= Nevada Department of Agriculture =

Nevada state government department

The Nevada State Department of Agriculture is the department of the Nevada State government responsible for managing the welfare of Nevada citizens and regulating Nevada's agriculture and related industries.

== History ==
The department was originally called the State Board of Stock Commissioners, which started operating following its approval on March 26, 1915, as part of the 1915 Nevada legislature. The commission focused on regulating the cattle, horse, and hog industries, including the inspection and management of animal diseases affecting these animals, in collaboration with the State Veterinary Control Service department of the University of Nevada.

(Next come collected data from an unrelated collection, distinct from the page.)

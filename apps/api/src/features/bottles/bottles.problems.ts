import type { ProblemKind } from '../../platform/errors/problem-kind.js';

export const bottleProblems = {
  'bottle-taken-back': {
    status: 422,
    title: 'No such bottle any more',
    detail: (code: string) => `The mix of ${code} was taken back: it never stood here. Which bottle was it?`,
  },
  'bottle-exists': {
    status: 409,
    title: 'Already there',
    detail: () => 'A bottle with this id is there already. Start the mix anew.',
  },
  'already-discarded': {
    status: 409,
    title: 'Already discarded',
    detail: (code: string) => `${code} has been discarded already.`,
  },
  'not-on-hold': {
    status: 409,
    title: 'Not on hold',
    detail: (code: string) => `${code} is not on hold.`,
  },
  'before-the-mix': {
    status: 422,
    title: 'Before it was mixed',
    detail: (code: string) =>
      `${code} was mixed more than a day after that. Correct the time, or the bottle.`,
  },
} satisfies Record<string, ProblemKind>;
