import { wasteRoutes, type WasteRoute } from '@wetside/chemistry';
import { Choice, Id, Nested, Text } from '../../platform/dto/fields.js';
import { ActionContentDto } from '../../platform/ledger/action-content.dto.js';
import { EnvelopeDto } from '../../platform/ledger/envelope.dto.js';

export class HoldContentDto extends ActionContentDto {
  @Id()
  bottleId: string;

  /** Smells wrong, wrong colour, foreign drops; or, at a release, why it may be used again. */
  @Text({ max: 300 })
  reason: string;
}

export class PutHoldDto {
  @Nested(() => HoldContentDto)
  content: HoldContentDto;

  @Nested(() => EnvelopeDto)
  envelope: EnvelopeDto;
}

export class DiscardContentDto extends ActionContentDto {
  @Id()
  bottleId: string;

  @Choice(wasteRoutes)
  wasteRoute: WasteRoute;

  @Text({ min: 0, max: 500, optional: true })
  note?: string;
}

export class PutDiscardDto {
  @Nested(() => DiscardContentDto)
  content: DiscardContentDto;

  @Nested(() => EnvelopeDto)
  envelope: EnvelopeDto;
}
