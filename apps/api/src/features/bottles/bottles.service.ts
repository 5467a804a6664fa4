import { Injectable } from '@nestjs/common';
import { localDate } from '@wetside/chemistry';
import type { Me } from '../../platform/auth/me.js';
import { Clock } from '../../platform/clock/clock.js';
import type { Tx } from '../../platform/database/database.js';
import { problem } from '../../platform/errors/problem.js';
import { toBottleView, type BottlesAnswer, type BottleView } from './bottle.view.js';
import { BottlesRepository } from './bottles.repository.js';

@Injectable()
export class BottlesService {
  constructor(
    private readonly repository: BottlesRepository,
    private readonly clock: Clock,
  ) {}

  async list(tx: Tx, me: Me, which: 'in-use' | 'all'): Promise<BottlesAnswer> {
    const rows = await this.repository.details(tx, me.darkroomId, which);
    return {
      bottles: rows.map(toBottleView),
      versions: Object.fromEntries(rows.map((row) => [row.chemistryVersionId, row.document])),
      today: localDate(this.clock.nowIso(), me.zone),
    };
  }

  /** @throws Problem 'not-found' */
  async one(tx: Tx, me: Me, idOrCode: string) {
    const id = await this.repository.findId(tx, me.darkroomId, idOrCode);
    const [row] = id ? await this.repository.details(tx, me.darkroomId, { ids: [id] }) : [];
    if (!row?.totals) throw problem('not-found');
    return {
      bottle: toBottleView(row),
      document: row.document,
      today: localDate(this.clock.nowIso(), me.zone),
    };
  }

  /** These bottles by code; those whose mix was taken back are left out. */
  async views(tx: Tx, darkroomId: string, ids: readonly string[]): Promise<BottleView[]> {
    if (ids.length === 0) return [];
    const rows = await this.repository.details(tx, darkroomId, { ids });
    return rows.filter((row) => row.totals !== null).map(toBottleView);
  }
}
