import { randomUUID } from 'node:crypto';
import postgres from 'postgres';
import { runCommand, type Settings } from './program.js';

export type RoleName = 'member' | 'technician' | 'manager';

export interface Someone {
  name: string;
  email: string;
}
export type Cast = Record<RoleName, Someone>;

export interface SupplierOrder {
  name: string;
  email: string;
  packs: { pack: string; supplierName: string; priceMinor: number }[];
}

export interface Place {
  shortName: string;
  name: string;
  zone: string;
  cast: Cast;
  suppliers: SupplierOrder[];
}

export const passphrase = 'a wet print on the line';

/** Opens the darkroom with the program's own command: it makes the manager, the chemistries and the packs. */
async function openDarkroom({ shortName, name, zone, cast }: Place, settings: Settings): Promise<void> {
  const { email, name: personName } = cast.manager;
  const said = { name, 'short-name': shortName, zone, email, 'person-name': personName };
  const args = Object.entries(said).flatMap(([option, value]) => [`--${option}`, value]);
  await runCommand('cli/darkroom-new.js', args, settings, `${passphrase}\n`);
}

/** People join by SQL while there is no page to invite them: with the manager's passphrase, and so with its hash. */
async function join(
  sql: postgres.Sql,
  shortName: string,
  role: RoleName,
  { name, email }: Someone,
): Promise<void> {
  const id = randomUUID();
  await sql`
    insert into identity.people (id, email, name, created_at)
    select ${id}, ${email}, ${name}, created_at from identity.darkrooms where short_name = ${shortName}`;
  await sql`
    insert into identity.credentials (person_id, passphrase_hash, changed_at)
    select ${id}, passphrase_hash, changed_at from identity.credentials limit 1`;
  await sql`
    insert into memberships (darkroom_id, id, person_id, role, display_name, joined_at)
    select id, ${randomUUID()}, ${id}, ${role}, ${name}, created_at
    from identity.darkrooms where short_name = ${shortName}`;
}

/** Suppliers come by SQL while there is no page for them. */
async function addSupplier(sql: postgres.Sql, shortName: string, supplier: SupplierOrder): Promise<void> {
  const id = randomUUID();
  await sql`
    insert into suppliers (darkroom_id, id, name, email, currency)
    select id, ${id}, ${supplier.name}, ${supplier.email}, 'EUR'
    from identity.darkrooms where short_name = ${shortName}`;
  for (const { pack, supplierName, priceMinor } of supplier.packs) {
    const added = await sql`
      insert into supplier_packs (darkroom_id, id, supplier_id, pack_id, supplier_name, price_minor)
      select packs.darkroom_id, ${randomUUID()}, ${id}, packs.id, ${supplierName}, ${priceMinor}
      from packs join identity.darkrooms on darkrooms.id = packs.darkroom_id
      where short_name = ${shortName} and packs.name = ${pack}`;
    if (added.count !== 1) throw new Error(`There is no pack ${pack}.`);
  }
}

/** One statement or more as the administrator of the journey's database. */
export async function asAdmin(adminUrl: string, work: (sql: postgres.Sql) => Promise<void>): Promise<void> {
  const sql = postgres(adminUrl, { max: 1, onnotice: () => undefined });
  try {
    await work(sql);
  } finally {
    await sql.end();
  }
}

/** A darkroom with its people and suppliers, before the server starts. */
export async function furnish(place: Place, settings: Settings, adminUrl: string): Promise<void> {
  await openDarkroom(place, settings);
  await asAdmin(adminUrl, async (sql) => {
    await join(sql, place.shortName, 'technician', place.cast.technician);
    await join(sql, place.shortName, 'member', place.cast.member);
    for (const supplier of place.suppliers) await addSupplier(sql, place.shortName, supplier);
  });
}
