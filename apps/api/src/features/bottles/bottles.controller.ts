import { Controller, Get, Param, Query } from '@nestjs/common';
import { ApiOkResponse, ApiProperty, ApiTags } from '@nestjs/swagger';
import type { ChemistryDocument } from '@wetside/chemistry';
import { LeastRole } from '../../platform/auth/access.decorators.js';
import { Caller, type CallerInfo } from '../../platform/auth/caller.js';
import { DarkroomAccess } from '../../platform/auth/darkroom-access.js';
import { Choice } from '../../platform/dto/fields.js';
import { LogEntries } from '../log/log-entries.service.js';
import { LogEntryView } from '../log/log.view.js';
import { BottlesAnswer, BottleView } from './bottle.view.js';
import { BottlesService } from './bottles.service.js';

class BottlesQuery {
  /** The bottles in use, unless all that ever were are asked for. */
  @Choice(['in-use', 'all'], { optional: true })
  state?: 'in-use' | 'all';
}

class BottleAnswer {
  @ApiProperty({ type: BottleView })
  bottle: BottleView;

  @ApiProperty({ type: 'object', additionalProperties: true })
  document: ChemistryDocument;

  @ApiProperty({ type: LogEntryView, isArray: true })
  history: LogEntryView[];

  @ApiProperty({ format: 'date' })
  today: string;
}

@ApiTags('bottles')
@Controller('darkrooms/:darkroomId/bottles')
export class BottlesController {
  constructor(
    private readonly access: DarkroomAccess,
    private readonly bottles: BottlesService,
    private readonly log: LogEntries,
  ) {}

  @Get()
  @LeastRole('member')
  @ApiOkResponse({ type: BottlesAnswer })
  list(
    @Caller() caller: CallerInfo,
    @Param('darkroomId') darkroomId: string,
    @Query() query: BottlesQuery,
  ): Promise<BottlesAnswer> {
    return this.access.enter(caller, darkroomId, (tx, me) =>
      this.bottles.list(tx, me, query.state ?? 'in-use'),
    );
  }

  /** By its id or by its code, in either case of letters. */
  @Get(':bottle')
  @LeastRole('member')
  @ApiOkResponse({ type: BottleAnswer })
  one(
    @Caller() caller: CallerInfo,
    @Param('darkroomId') darkroomId: string,
    @Param('bottle') bottle: string,
  ): Promise<BottleAnswer> {
    return this.access.enter(caller, darkroomId, async (tx, me) => {
      const found = await this.bottles.one(tx, me, bottle);
      return { ...found, history: await this.log.ofBottle(tx, me, found.bottle.id) };
    });
  }
}
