import { createServer, type IncomingMessage, type ServerResponse } from 'node:http';
import type { AddressInfo } from 'node:net';
import { text } from 'node:stream/consumers';
import { parseBehaviour, type Behaviour } from './behaviour.js';
import { inboxCss, inboxPage } from './inbox.page.js';
import type { MailStore } from './mail.store.js';

export interface InboxEnd {
  port: number;
  close(): Promise<void>;
}

interface Answer {
  status: number;
  type: string;
  body: string;
}

const json = (value: unknown, status = 200): Answer => ({
  status,
  type: 'application/json; charset=utf-8',
  body: JSON.stringify(value),
});
const trouble = (status: number, sentence: string): Answer => json({ error: sentence }, status);

/** The inbox page and its JSON, on `host`. */
export async function startInbox(
  host: string,
  port: number,
  store: MailStore,
  behaviour: Behaviour,
): Promise<InboxEnd> {
  const server = createServer((request, response) => {
    answerTo(request, store, behaviour)
      .catch((error: unknown) => trouble(500, String(error)))
      .then((answer) => send(response, answer))
      .catch(() => response.destroy());
  });
  await new Promise<void>((resolve, reject) => {
    server.once('error', reject);
    server.listen(port, host, () => {
      server.off('error', reject);
      resolve();
    });
  });
  return {
    port: (server.address() as AddressInfo).port,
    close: () =>
      new Promise((resolve) => {
        server.close(() => resolve());
        server.closeAllConnections();
      }),
  };
}

function send(response: ServerResponse, answer: Answer): void {
  response.writeHead(answer.status, {
    'content-type': answer.type,
    'cache-control': 'no-store',
    'x-content-type-options': 'nosniff',
    'content-security-policy': "default-src 'none'; style-src 'self'; frame-ancestors 'none'",
  });
  response.end(answer.body);
}

/** Mails carry sign-in links: a page of another site must not read them through a name that leads here. */
function isForeign(request: IncomingMessage): boolean {
  const name = (request.headers.host ?? '').replace(/:\d+$/, '');
  if (name !== 'localhost' && name !== '127.0.0.1') return true;
  const site = request.headers['sec-fetch-site'];
  return request.method !== 'GET' && site !== undefined && site !== 'same-origin' && site !== 'none';
}

async function answerTo(request: IncomingMessage, store: MailStore, behaviour: Behaviour): Promise<Answer> {
  if (isForeign(request)) return trouble(403, 'Ask from this machine, by localhost or 127.0.0.1.');
  const url = new URL(request.url ?? '/', 'http://localhost');
  const number = /^\/messages\/(\d+)$/.exec(url.pathname)?.[1];
  switch (`${request.method} ${number ? '/messages/:n' : url.pathname}`) {
    case 'GET /':
      return { status: 200, type: 'text/html; charset=utf-8', body: inboxPage(store.list()) };
    case 'GET /inbox.css':
      return { status: 200, type: 'text/css; charset=utf-8', body: inboxCss };
    case 'GET /messages':
      return json(
        store.list({
          to: url.searchParams.get('to') ?? undefined,
          subject: url.searchParams.get('subject') ?? undefined,
        }),
      );
    case 'GET /messages/:n': {
      const mail = store.get(Number(number));
      return mail ? json(mail) : trouble(404, 'There is no mail of that number.');
    }
    case 'DELETE /messages':
      await store.clear();
      return json({ deleted: true });
    case 'GET /behaviour':
      return json(behaviour.state());
    case 'POST /behaviour':
      return setBehaviour(await text(request), behaviour);
    default:
      return trouble(404, 'There is nothing at this address.');
  }
}

function setBehaviour(body: string, behaviour: Behaviour): Answer {
  let value: unknown;
  try {
    value = JSON.parse(body);
  } catch {
    return trouble(400, 'The body is not JSON.');
  }
  const order = parseBehaviour(value);
  if (typeof order === 'string') return trouble(400, order);
  behaviour.set(order);
  return json(behaviour.state());
}
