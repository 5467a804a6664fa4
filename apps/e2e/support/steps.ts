import { expect, type Locator, type Page } from '@playwright/test';

/** Does something that sends an action, and waits until the server has taken it. */
export async function taken(page: Page, plural: string, deed: () => Promise<void>): Promise<void> {
  const answer = page.waitForResponse(
    (response) => response.request().method() === 'PUT' && response.url().includes(`/${plural}/`),
  );
  await deed();
  const got = await answer;
  expect(got.ok(), `${plural}: ${got.status()} ${got.ok() ? '' : await got.text()}`).toBe(true);
}

export const button = (within: Page | Locator, name: string | RegExp): Locator =>
  within.getByRole('button', { name, exact: true });

/** The strip that says what was just done. */
export const strip = (page: Page): Locator => page.getByRole('status', { name: 'What was just done' });

/** A bottle at the sink. */
export const bath = (page: Page, code: string): Locator =>
  page.getByRole('list', { name: 'Bottles in use' }).getByRole('listitem').filter({ hasText: code });

/** The sheet of something being done. */
export const sheet = (page: Page): Locator => page.getByRole('dialog');

/** A row of the list of what needs somebody. */
export const needed = (page: Page, words: string): Locator =>
  page.getByRole('list', { name: 'Needs you' }).getByRole('listitem').filter({ hasText: words });

/** Opens the list of what needs somebody and waits for it: an absent row proves nothing before. */
export async function seeNeeds(page: Page, address: string): Promise<void> {
  await page.goto(address);
  await expect(page.getByText(/^(Nothing needs you|\d+ things? needs? you)\.$/).first()).toBeVisible();
}

/** Opens the load sheet by the foot button. Just after a load it is deaf for a moment, on purpose: it is asked again. */
export async function openLoad(page: Page): Promise<Locator> {
  await expect(async () => {
    if (!(await sheet(page).isVisible())) await button(page, 'Put a load through').click({ timeout: 500 });
    await expect(sheet(page)).toBeVisible({ timeout: 500 });
  }).toPass({ timeout: 10_000 });
  return sheet(page);
}

/** Puts so many rolls of 135 through all baths, from the sink. */
export async function putThrough(page: Page, count: number, words: string): Promise<void> {
  const open = await openLoad(page);
  await open.getByLabel('How many').fill(String(count));
  await taken(page, 'loads', () => button(open, words).click());
  await expect(open).toBeHidden();
}

/** Writes the reason that a sheet asks for and confirms. */
export async function because(page: Page, plural: string, reason: string, name: string): Promise<void> {
  await sheet(page).getByRole('textbox').fill(reason);
  await taken(page, plural, () => button(sheet(page), name).click());
  await expect(sheet(page)).toBeHidden();
}
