import type { AddressInfo, Socket } from 'node:net';
import { buffer } from 'node:stream/consumers';
import { SMTPServer, type SMTPServerDataStream, type SMTPServerSession } from 'smtp-server';
import type { Behaviour } from './behaviour.js';
import type { Envelope, MailStore } from './mail.store.js';

const TEN_MINUTES_MS = 600_000;
/** Between two lines of a slow answer: short enough that a sender's inactivity limit never fires. */
const SLOW_LINE_MS = 500;
/** Lines of a slow answer before it ends: a minute in all. */
const SLOW_LINES = 120;

export interface SmtpEnd {
  port: number;
  close(): Promise<void>;
}

/** Listens for SMTP on `host`; every mail goes to the store as the behaviour in force says. */
export async function startSmtp(
  host: string,
  port: number,
  store: MailStore,
  behaviour: Behaviour,
): Promise<SmtpEnd> {
  // By the sender's port: the session names it, and a drop needs the socket itself.
  const sockets = new Map<number, Socket>();
  const server = new SMTPServer({
    authOptional: true,
    disabledCommands: ['AUTH', 'STARTTLS'],
    banner: 'Wetside mail catcher',
    disableReverseLookup: true,
    socketTimeout: TEN_MINUTES_MS,
    closeTimeout: 1,
    onConnect(_session, answer) {
      behaviour.counters.connections += 1;
      answer();
    },
    onData(stream, session, answer) {
      const socket = sockets.get(session.remotePort);
      receive(stream, session, socket, store, behaviour).then(
        (told) => {
          if (told) answer(told.error);
        },
        (error: unknown) => answer(error instanceof Error ? error : new Error(String(error))),
      );
    },
  });
  // A sender that hangs up in mid-mail is an everyday event for a catcher, not a failure.
  server.on('error', () => undefined);
  server.server.on('connection', (socket: Socket) => {
    const remotePort = socket.remotePort ?? 0;
    sockets.set(remotePort, socket);
    socket.on('close', () => sockets.delete(remotePort));
  });
  await listen(server, host, port);
  return {
    port: (server.server.address() as AddressInfo).port,
    close: () =>
      new Promise((resolve) => {
        server.close(() => resolve());
        for (const socket of sockets.values()) socket.destroy();
      }),
  };
}

function listen(server: SMTPServer, host: string, port: number): Promise<void> {
  return new Promise((resolve, reject) => {
    server.server.once('error', reject);
    server.listen(port, host, () => {
      server.server.off('error', reject);
      resolve();
    });
  });
}

/** Gives what to answer, or null when the sender gets no answer at all. */
async function receive(
  stream: SMTPServerDataStream,
  session: SMTPServerSession,
  socket: Socket | undefined,
  store: MailStore,
  behaviour: Behaviour,
): Promise<{ error: (Error & { responseCode?: number }) | null } | null> {
  const mode = behaviour.take();
  if (mode === 'drop-before-end') {
    behaviour.counters.dropped += 1;
    stream.resume();
    socket?.destroy();
    return null;
  }
  const raw = await buffer(stream);
  if (mode === 'hang') return null;
  if (mode === 'refuse') {
    behaviour.counters.refused += 1;
    return { error: Object.assign(new Error('Try again later'), { responseCode: 451 }) };
  }
  if (mode === 'slow' && !(await dribble(socket))) return null;
  await store.add(envelopeOf(session), raw);
  behaviour.counters.accepted += 1;
  if (mode === 'drop-after-end') {
    behaviour.counters.dropped += 1;
    socket?.destroy();
    return null;
  }
  return { error: null };
}

/** Sends continuation lines for a minute; false when the sender left before the end. */
function dribble(socket: Socket | undefined): Promise<boolean> {
  return new Promise((resolve) => {
    let lines = 0;
    const end = (stayed: boolean) => {
      clearInterval(timer);
      socket?.off('close', left);
      resolve(stayed);
    };
    const left = () => end(false);
    const timer = setInterval(() => {
      if (!socket || socket.destroyed) return end(false);
      if (++lines > SLOW_LINES) return end(true);
      socket.write('250-still at it\r\n');
    }, SLOW_LINE_MS);
    socket?.once('close', left);
  });
}

function envelopeOf(session: SMTPServerSession): Envelope {
  const { mailFrom, rcptTo } = session.envelope;
  return { from: mailFrom ? mailFrom.address : '', to: rcptTo.map((receiver) => receiver.address) };
}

It was only in 1961 that the board of commissioners was expanded into a state department. The structure of the organization underwent some changes following a change in legislation in 2013, where the Dairy Commission, the Commodity Food Program, and the Nutrition Programs were moved from other state departments and became part of the Department of Agriculture.

== Divisions ==
The department is divided into four divisions:

1. Animal industry, which also operates two laboratories for animal disease and food safety as well as microbiology. The division also manages and regulates livestock identification and wildlife services.
2. Consumer equitability, a division that manages and regulates weight and measurements in Nevada, alongside petroleum technology.
3. Food and nutrition, which includes the management and regulation of the following: child nutrition, commodity foods, and dairy commission.
4. Plant industry, which manages and regulates the following fields: chemistry, entomology, environmental services, export certification, noxious weeds, nursery programs, organic programs, pest control, plant pathology, producer certification, rangeland health program, seed programs, specialty crop block grant program, and good agricultural practices.